Posted at 5:30 pm 15 Comments

Copywriter: Neven.

Shipped It!

The response to our launch of Transmit 4 this week has been beyond great; I was tearing up a little, reading all the nice things The Internet has had to say about our new little truck app. Thank you all – we’re proud of our work and our customers.

Maybe the best message of support and congratulations came about an hour before our midnight release. Long-time friend of Panic Sarah Holbrook delivered her custom-made cards to our loopy, Cocoa-and-Mtn-Dew™ fueled office.

No photo does justice to these silken, intricately detailed, laser-cut wonders. You’ll just have to see for yourself; you can do that by ordering some paper magic from Sarah’s awesome website, Candyspotting. We’re sure glad she invested in that garage-laser!

(Also, see the “Art Department” cut-out-style header at the top of this post? That’s not ‘shopped — it was literally laser cut by Sarah, then photographed by us; a fun Art Department experiment.)

Thanks, Sarah! And once again, thank you all!

(Sarah’s husband Ned — you might remember him from the iPod, Core Text, and Transmit Disk — is pretty great, too.)
Posted at 5:32 pm 13 Comments

From the desk of Steven
Portland, Oregon 97205

Transmit 4.0

You’re not going to believe this, because I hardly believe it myself, but Transmit 3 was released on February 16, 2005. More than five years ago. And it has been an absolute workhorse for thousands upon thousands of people around the world ever since.

We previewed Transmit 3 to attendees of Macworld Expo in January of that year. I specifically remember one visitor saying, “I couldn’t imagine how you could have improved on Transmit 2, but you did!”

There’s always one more rough edge to sand off the workflow. There’s always one more little dull spot that can be polished to a shine.

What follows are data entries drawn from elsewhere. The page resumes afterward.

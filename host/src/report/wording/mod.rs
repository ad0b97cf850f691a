//! The verdict in words: one word, one sentence with subject, deed, size and count, and a second with the worst case.

mod broken;
mod quiet;

pub(super) use broken::shared_cause;

use super::facts::Facts;
use super::number::{THIN, ms_tenth_bare};
use crate::run_data::Verdict;
use phase4::base::Span;

/// What stands at the top of the page.
#[derive(Debug, Clone, PartialEq, Eq)]
pub(super) struct Headline {
    /// One word.
    pub(super) word: &'static str,
    /// One sentence.
    pub(super) sentence: String,
    /// The worst or closest case, then where time was kept.
    pub(super) second: Option<String>,
}

/// Words the verdict of a run.
pub(super) fn headline(facts: &Facts<'_>) -> Headline {
    let (word, (sentence, second)) = match facts.run.verdict {
        Verdict::Broken => ("Broken", broken::say(facts)),
        Verdict::Holds => ("Holds", quiet::holds(facts)),
        Verdict::Undecided => ("Undecided", quiet::undecided(facts)),
        Verdict::Void => ("Void", quiet::void(facts)),
        Verdict::Unjudged => ("Unjudged", quiet::unjudged(facts)),
    };
    Headline { word, sentence, second }
}

/// From the least to the greatest of some spans: `30 to 32 ms`, or one where they are written alike.
fn range(spans: impl Iterator<Item = Span> + Clone) -> Option<String> {
    let (least, most) = (spans.clone().min()?, spans.max()?);
    // Whole milliseconds say enough where there are tens of them and both ends still differ.
    let whole = |span: Span| super::number::count((span.as_micros() + 500) / 1_000);
    let coarse = least >= Span::from_millis(10) && whole(least) != whole(most);
    let (low, high) = if coarse { (whole(least), whole(most)) } else { (ms_tenth_bare(least), ms_tenth_bare(most)) };
    Some(if low == high { format!("{low}{THIN}ms") } else { format!("{low} to {high}{THIN}ms") })
}

/// `1 time`, `8 times`.
fn times(number: usize) -> String {
    super::number::counted(number as u64, "time", "times")
}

We’re perpetually unsatisfied perfectionists.  We may go quiet for a while, but we’re never, you know, done around here.

So, in that spirit, we’re proud to announce Transmit 4, the latest and greatest version of the #1 file transfer utility for the Mac.

By the numbers, we’ve got one near-total rewrite, one brand new interface, over 45 new features, up to 25 times the speed, and one particularly awesome new feature. All of the details are over on the website.

Transmit 4 is $34 for new users, $19 for Transmit 3 owners, and free for people who bought Transmit 3 on or after March 1st, 2010. You can buy it instantly right here. The download is also the demo, so if you’re not already a Transmit user, try it all for 7 days for free.

Over the coming weeks we hope to blog a lot of tips, tricks, and did-you-knows. Stay tuned.

Most importantly, thanks for all of your support, ideas, and suggestions — we tried to get as many as we could in there. Thanks for your interest in our software. Thanks to our beta testers, who helped us find and fix hundreds of bugs, making Transmit 4.0 likely our most solid out-of-the-gate release ever.

And thanks especially to that group of code-slinging maniacs I work with for putting their all into everything we do, every time. You are crazy and I’m so proud of all of you.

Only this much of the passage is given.